When the Murdoch story first broke, the Times seemed not to know how to treat it, fell back into their personality-news bias and framed it in terms of "what will this do to James Murdoch's career?"
Not to send the thread off topic, but in the beginning it didn’t seem as if this affair would do much more than cost some people their jobs and possibly affect James Murdoch’s place in the line of succession. Even people who’ve been following Murdoch for a long time seem to have been taken aback by the way this thing has snowballed, not least Rupert himself. Amazing story.
She interviewed 55 members of the company, as well as several "external business partners" of the company and the consensus was that the cocaine problem was pervasive and growing: Jyllands-Posten, a legitimate newspaper, also interviewed many members of the company and reached the same conclusion. In other words, this is not a case of four sour dancers. According to the report, numerous attempts had been made to approach the board about the situation before the report was released, but those doing so were either not taken seriously or told they would have to approach Hubbe himself.

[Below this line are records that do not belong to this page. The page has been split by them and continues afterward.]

package main

import (
	"encoding/json"
	"errors"
	"net/url"
	"regexp"
	"strings"

	"lanternbook/calc"
	"lanternbook/web"
)

// partForm is a part's form: what stands in its fields, and what is wrong.
type partForm struct {
	typ    string
	typed  map[string]string // by the figure's path
	faults map[string]string // by the figure's path
	other  []string          // what is wrong with no field's value
}

// formOf fills the form from a part's document.
func formOf(typ string, document members) partForm {
	f := partForm{typ: typ, typed: map[string]string{}, faults: map[string]string{}}
	for _, group := range figuresOf(typ) {
		for _, fig := range group.figures {
			f.typed[fig.path] = fig.text(document.get(fig.path))
		}
	}
	return f
}

// typedForm is the form as it was sent. Values are kept as typed.
func typedForm(typ string, sent url.Values) partForm {
	f := partForm{typ: typ, typed: map[string]string{}, faults: map[string]string{}}
	for _, group := range figuresOf(typ) {
		for _, fig := range group.figures {
			f.typed[fig.path] = plainLines(sent.Get(fig.path))
		}
	}
	return f
}

// document writes what was typed into a part's document and leaves everything
// else of it as it is: members that the form does not know, and values whose
// field was not touched. It notes what is wrong beside the fields; the document
// is for use only when nothing is.
func (f *partForm) document(was members) []byte {
	if was.get("type") == nil {
		typ, _ := json.Marshal(f.typ) // a string: cannot fail
		was = append(members{{"type", typ}}, was...)
	}
	now := was
	for _, group := range figuresOf(f.typ) {
		for _, fig := range group.figures {
			typed := f.typed[fig.path]
			if strings.TrimSpace(typed) == strings.TrimSpace(fig.text(was.get(fig.path))) {
				f.require(fig, typed)
				continue
			}
			value, err := fig.value(typed)
			if err != nil {
				f.faults[fig.path] = err.Error()
				continue
			}
			f.require(fig, typed)
			now = now.set(fig.path, value)
		}
	}
	document, err := now.MarshalJSON()
	if err != nil { // keys are strings
		f.other = append(f.other, err.Error())
		return nil
	}
	f.readStrictly(document)
	return document
}

// value is what was typed as a JSON value; nil when nothing was.
func (f figure) value(typed string) (json.RawMessage, error) {
	if strings.TrimSpace(typed) == "" {
		return nil, nil
	}
	if f.kind != ofLines {
		typed = strings.TrimSpace(typed)
	}
	v, err := f.parse(typed)
	if err != nil {
		return nil, err
	}
	if v == false { // missing says the same
		return nil, nil
	}
	return json.Marshal(v)
}

func (f *partForm) require(fig figure, typed string) {
	if fig.needed && strings.TrimSpace(typed) == "" {
		f.faults[fig.path] = "is needed, like " + fig.example
	}
}

// readStrictly lets the strict reader judge the document, and puts each of its
// faults beside the field that it is about, unless that has one of its own.
func (f *partForm) readStrictly(document []byte) {
	_, err := calc.ReadPart(document)
	var invalid calc.Invalid
	if err != nil && !errors.As(err, &invalid) {
		f.other = append(f.other, err.Error())
	}
	for _, fault := range invalid {
		path := f.fieldAt(fault.At)
		reason := jsonHint.ReplaceAllString(fault.Reason, "")
		switch {
		case path == "":
			f.other = append(f.other, joined(": ", fault.At, reason))
		case f.faults[path] == "":
			f.faults[path] = reason
		}
	}
}

// jsonHint is the reader's advice on how to write a number in a document, which
// is not how it is written in a field.
var jsonHint = regexp.MustCompile(` \([^()]* is written [^()]*\)`)

// fieldAt is the field that holds the value at a JSON Pointer, or a value round
// it; "" when no field does.
func (f *partForm) fieldAt(pointer string) string {
	path := strings.ReplaceAll(strings.TrimPrefix(pointer, "/"), "/", ".")
	for path != "" {
		if _, ours := f.typed[path]; ours {
			return path
		}
		dot := strings.LastIndexByte(path, '.')
		if dot < 0 {
			break
		}
		path = path[:dot]
	}
	// A fault of the object as a whole: beside its first field.
	for _, group := range figuresOf(f.typ) {
		for _, fig := range group.figures {
			if path != "" && strings.HasPrefix(fig.path, path+".") {
				return fig.path
			}
		}
	}
	return ""
}

// sound tells whether nothing is wrong.
func (f *partForm) sound() bool { return len(f.faults) == 0 && len(f.other) == 0 }

// groups is the form as the page shows it. A folded group stands open when it
// has something to show.
func (f *partForm) groups() []web.FieldGroupView {
	var views []web.FieldGroupView
	for _, group := range figuresOf(f.typ) {
		v := web.FieldGroupView{Title: group.title, About: group.about, Folded: group.folded}
		for _, fig := range group.figures {
			field := fig.field(f.typed[fig.path], f.faults[fig.path])
			v.Fields = append(v.Fields, field)
			v.Open = v.Open || field.Error != ""
			if strings.TrimSpace(field.Value) != "" {
				v.Filled++
			}
		}
		views = append(views, v)
	}
	return views
}

// field is the figure's field.
func (f figure) field(typed, fault string) web.FieldView {
	v := web.FieldView{Name: f.path, Label: f.label, Value: typed, Error: fault, Hint: f.hint, Placeholder: f.example}
	switch f.kind {
	case ofLines:
		v.Lines, v.Layout, v.Placeholder = 5, "tall", ""
	case ofPairs:
		v.Lines = min(max(4, 1+strings.Count(typed, "\n")+1), 12)
	case ofChoice:
		v.Groups = []web.OptionGroup{{Options: []web.Option{{Value: "", Text: f.no}, {Value: f.yes, Text: f.yes}}}}
	}
	return v
}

I think the Post story said that Jacobsen had “oriented” the board as to the report’s contents, but the board didn’t actually see the report until Heine sent it to them direct, and then after what appears to be a cursory investigation, they sat on it. Most definitely, this doesn’t look good for the board.
"Seen from outside, it could seem like this man is totally out of balance," says the ballet's administrative head, Henrik Sten Pedersen,
Thanks for posting, KayDenmark. I’m sure that makes for a pleasant working environment.